* _REQUIREMENT_
This task calls for every line of the material to be output verbatim.
********
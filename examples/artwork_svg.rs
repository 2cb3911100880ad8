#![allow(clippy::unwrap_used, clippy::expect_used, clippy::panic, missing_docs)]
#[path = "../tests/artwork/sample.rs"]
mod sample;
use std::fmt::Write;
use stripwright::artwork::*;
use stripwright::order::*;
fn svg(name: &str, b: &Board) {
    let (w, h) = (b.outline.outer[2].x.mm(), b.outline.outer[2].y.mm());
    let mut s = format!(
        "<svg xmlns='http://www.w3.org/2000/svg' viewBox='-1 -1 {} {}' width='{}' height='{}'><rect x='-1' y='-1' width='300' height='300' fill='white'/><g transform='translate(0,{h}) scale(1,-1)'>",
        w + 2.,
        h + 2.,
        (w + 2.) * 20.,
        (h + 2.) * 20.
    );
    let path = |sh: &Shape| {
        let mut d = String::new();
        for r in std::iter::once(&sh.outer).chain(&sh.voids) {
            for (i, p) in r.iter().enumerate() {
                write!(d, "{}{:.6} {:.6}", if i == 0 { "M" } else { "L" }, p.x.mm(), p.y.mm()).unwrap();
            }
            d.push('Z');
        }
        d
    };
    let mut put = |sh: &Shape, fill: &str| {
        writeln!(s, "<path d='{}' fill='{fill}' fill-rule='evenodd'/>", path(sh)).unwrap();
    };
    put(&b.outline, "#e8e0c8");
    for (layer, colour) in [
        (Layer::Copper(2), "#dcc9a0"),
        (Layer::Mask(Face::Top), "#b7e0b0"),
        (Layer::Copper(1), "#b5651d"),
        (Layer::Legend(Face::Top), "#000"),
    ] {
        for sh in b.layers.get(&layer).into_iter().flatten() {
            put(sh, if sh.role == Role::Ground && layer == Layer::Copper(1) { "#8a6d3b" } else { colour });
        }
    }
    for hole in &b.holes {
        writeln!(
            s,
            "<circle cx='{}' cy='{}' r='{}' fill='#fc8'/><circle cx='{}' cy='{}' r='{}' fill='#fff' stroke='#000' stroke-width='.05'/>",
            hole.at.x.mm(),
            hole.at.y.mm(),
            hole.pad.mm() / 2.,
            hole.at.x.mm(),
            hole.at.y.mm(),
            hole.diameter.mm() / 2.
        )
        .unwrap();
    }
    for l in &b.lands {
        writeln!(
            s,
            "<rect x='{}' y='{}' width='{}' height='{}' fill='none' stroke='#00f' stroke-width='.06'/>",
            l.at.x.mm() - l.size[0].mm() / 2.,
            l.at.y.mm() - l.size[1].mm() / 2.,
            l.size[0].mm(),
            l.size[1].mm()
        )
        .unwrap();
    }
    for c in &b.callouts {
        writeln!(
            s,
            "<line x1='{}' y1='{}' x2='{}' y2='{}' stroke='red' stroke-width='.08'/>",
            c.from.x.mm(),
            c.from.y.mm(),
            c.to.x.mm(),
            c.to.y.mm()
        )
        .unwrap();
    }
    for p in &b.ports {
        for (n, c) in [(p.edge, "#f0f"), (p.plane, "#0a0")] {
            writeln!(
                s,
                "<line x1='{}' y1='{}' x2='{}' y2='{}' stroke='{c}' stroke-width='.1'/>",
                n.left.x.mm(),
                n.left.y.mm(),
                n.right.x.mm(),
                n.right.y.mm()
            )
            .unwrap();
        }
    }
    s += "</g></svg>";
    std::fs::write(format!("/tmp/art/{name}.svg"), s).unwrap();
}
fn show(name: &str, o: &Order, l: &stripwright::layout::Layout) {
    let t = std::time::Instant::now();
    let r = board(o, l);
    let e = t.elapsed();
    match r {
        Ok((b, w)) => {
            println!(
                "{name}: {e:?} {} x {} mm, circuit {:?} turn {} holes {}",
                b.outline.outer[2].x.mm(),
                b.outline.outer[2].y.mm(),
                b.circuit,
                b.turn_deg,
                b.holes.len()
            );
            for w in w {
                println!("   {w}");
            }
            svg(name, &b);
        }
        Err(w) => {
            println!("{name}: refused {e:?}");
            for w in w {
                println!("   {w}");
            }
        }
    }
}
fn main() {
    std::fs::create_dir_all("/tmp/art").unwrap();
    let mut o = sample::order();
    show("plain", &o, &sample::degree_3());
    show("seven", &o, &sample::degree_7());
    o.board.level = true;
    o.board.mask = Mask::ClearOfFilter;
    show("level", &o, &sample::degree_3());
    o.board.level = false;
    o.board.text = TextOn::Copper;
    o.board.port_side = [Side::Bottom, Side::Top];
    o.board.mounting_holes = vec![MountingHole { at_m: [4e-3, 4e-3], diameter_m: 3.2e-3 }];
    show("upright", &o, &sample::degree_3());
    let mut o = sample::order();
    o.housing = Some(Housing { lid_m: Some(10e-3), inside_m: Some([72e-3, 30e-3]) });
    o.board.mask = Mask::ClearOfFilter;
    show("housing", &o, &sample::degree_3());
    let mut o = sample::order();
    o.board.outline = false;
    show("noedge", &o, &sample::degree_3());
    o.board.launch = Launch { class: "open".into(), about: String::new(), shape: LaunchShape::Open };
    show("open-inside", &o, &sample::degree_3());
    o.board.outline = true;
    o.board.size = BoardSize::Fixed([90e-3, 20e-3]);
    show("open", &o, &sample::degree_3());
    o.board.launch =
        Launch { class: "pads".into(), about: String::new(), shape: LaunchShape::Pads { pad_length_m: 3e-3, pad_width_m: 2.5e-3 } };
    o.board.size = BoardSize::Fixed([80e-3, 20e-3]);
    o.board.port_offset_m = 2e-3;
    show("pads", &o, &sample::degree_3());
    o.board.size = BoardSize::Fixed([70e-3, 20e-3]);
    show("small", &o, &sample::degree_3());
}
********
* _RESULT OF THIS EXERCISE_
filename examples/artwork_svg.rs
repository 2cb3911100880ad8
#![allow(clippy::unwrap_used, clippy::expect_used, clippy::panic, missing_docs)]
#[path = "../tests/artwork/sample.rs"]
mod sample;
use std::fmt::Write;
use stripwright::artwork::*;
use stripwright::order::*;
fn svg(name: &str, b: &Board) {
    let (w, h) = (b.outline.outer[2].x.mm(), b.outline.outer[2].y.mm());
    let mut s = format!(
        "<svg xmlns='http://www.w3.org/2000/svg' viewBox='-1 -1 {} {}' width='{}' height='{}'><rect x='-1' y='-1' width='300' height='300' fill='white'/><g transform='translate(0,{h}) scale(1,-1)'>",
        w + 2.,
        h + 2.,
        (w + 2.) * 20.,
        (h + 2.) * 20.
    );
    let path = |sh: &Shape| {
        let mut d = String::new();
        for r in std::iter::once(&sh.outer).chain(&sh.voids) {
            for (i, p) in r.iter().enumerate() {
                write!(d, "{}{:.6} {:.6}", if i == 0 { "M" } else { "L" }, p.x.mm(), p.y.mm()).unwrap();
            }
            d.push('Z');
        }
        d
    };
    let mut put = |sh: &Shape, fill: &str| {
        writeln!(s, "<path d='{}' fill='{fill}' fill-rule='evenodd'/>", path(sh)).unwrap();
    };
    put(&b.outline, "#e8e0c8");
    for (layer, colour) in [
        (Layer::Copper(2), "#dcc9a0"),
        (Layer::Mask(Face::Top), "#b7e0b0"),
        (Layer::Copper(1), "#b5651d"),
        (Layer::Legend(Face::Top), "#000"),
    ] {
        for sh in b.layers.get(&layer).into_iter().flatten() {
            put(sh, if sh.role == Role::Ground && layer == Layer::Copper(1) { "#8a6d3b" } else { colour });
        }
    }
    for hole in &b.holes {
        writeln!(
            s,
            "<circle cx='{}' cy='{}' r='{}' fill='#fc8'/><circle cx='{}' cy='{}' r='{}' fill='#fff' stroke='#000' stroke-width='.05'/>",
            hole.at.x.mm(),
            hole.at.y.mm(),
            hole.pad.mm() / 2.,
            hole.at.x.mm(),
            hole.at.y.mm(),
            hole.diameter.mm() / 2.
        )
        .unwrap();
    }
    for l in &b.lands {
        writeln!(
            s,
            "<rect x='{}' y='{}' width='{}' height='{}' fill='none' stroke='#00f' stroke-width='.06'/>",
            l.at.x.mm() - l.size[0].mm() / 2.,
            l.at.y.mm() - l.size[1].mm() / 2.,
            l.size[0].mm(),
            l.size[1].mm()
        )
        .unwrap();
    }
    for c in &b.callouts {
        writeln!(
            s,
            "<line x1='{}' y1='{}' x2='{}' y2='{}' stroke='red' stroke-width='.08'/>",
            c.from.x.mm(),
            c.from.y.mm(),
            c.to.x.mm(),
            c.to.y.mm()
        )
        .unwrap();
    }
    for p in &b.ports {
        for (n, c) in [(p.edge, "#f0f"), (p.plane, "#0a0")] {
            writeln!(
                s,
                "<line x1='{}' y1='{}' x2='{}' y2='{}' stroke='{c}' stroke-width='.1'/>",
                n.left.x.mm(),
                n.left.y.mm(),
                n.right.x.mm(),
                n.right.y.mm()
            )
            .unwrap();
        }
    }
    s += "</g></svg>";
    std::fs::write(format!("/tmp/art/{name}.svg"), s).unwrap();
}
fn show(name: &str, o: &Order, l: &stripwright::layout::Layout) {
    let t = std::time::Instant::now();
    let r = board(o, l);
    let e = t.elapsed();
    match r {
        Ok((b, w)) => {
            println!(
                "{name}: {e:?} {} x {} mm, circuit {:?} turn {} holes {}",
                b.outline.outer[2].x.mm(),
                b.outline.outer[2].y.mm(),
                b.circuit,
                b.turn_deg,
                b.holes.len()
            );
            for w in w {
                println!("   {w}");
            }
            svg(name, &b);
        }
        Err(w) => {
            println!("{name}: refused {e:?}");
            for w in w {
                println!("   {w}");
            }
        }
    }
}
fn main() {
    std::fs::create_dir_all("/tmp/art").unwrap();
    let mut o = sample::order();
    show("plain", &o, &sample::degree_3());
    show("seven", &o, &sample::degree_7());
    o.board.level = true;
    o.board.mask = Mask::ClearOfFilter;
    show("level", &o, &sample::degree_3());
    o.board.level = false;
    o.board.text = TextOn::Copper;
    o.board.port_side = [Side::Bottom, Side::Top];
    o.board.mounting_holes = vec![MountingHole { at_m: [4e-3, 4e-3], diameter_m: 3.2e-3 }];
    show("upright", &o, &sample::degree_3());
    let mut o = sample::order();
    o.housing = Some(Housing { lid_m: Some(10e-3), inside_m: Some([72e-3, 30e-3]) });
    o.board.mask = Mask::ClearOfFilter;
    show("housing", &o, &sample::degree_3());
    let mut o = sample::order();
    o.board.outline = false;
    show("noedge", &o, &sample::degree_3());
    o.board.launch = Launch { class: "open".into(), about: String::new(), shape: LaunchShape::Open };
    show("open-inside", &o, &sample::degree_3());
    o.board.outline = true;
    o.board.size = BoardSize::Fixed([90e-3, 20e-3]);
    show("open", &o, &sample::degree_3());
    o.board.launch =
        Launch { class: "pads".into(), about: String::new(), shape: LaunchShape::Pads { pad_length_m: 3e-3, pad_width_m: 2.5e-3 } };
    o.board.size = BoardSize::Fixed([80e-3, 20e-3]);
    o.board.port_offset_m = 2e-3;
    show("pads", &o, &sample::degree_3());
    o.board.size = BoardSize::Fixed([70e-3, 20e-3]);
    show("small", &o, &sample::degree_3());
}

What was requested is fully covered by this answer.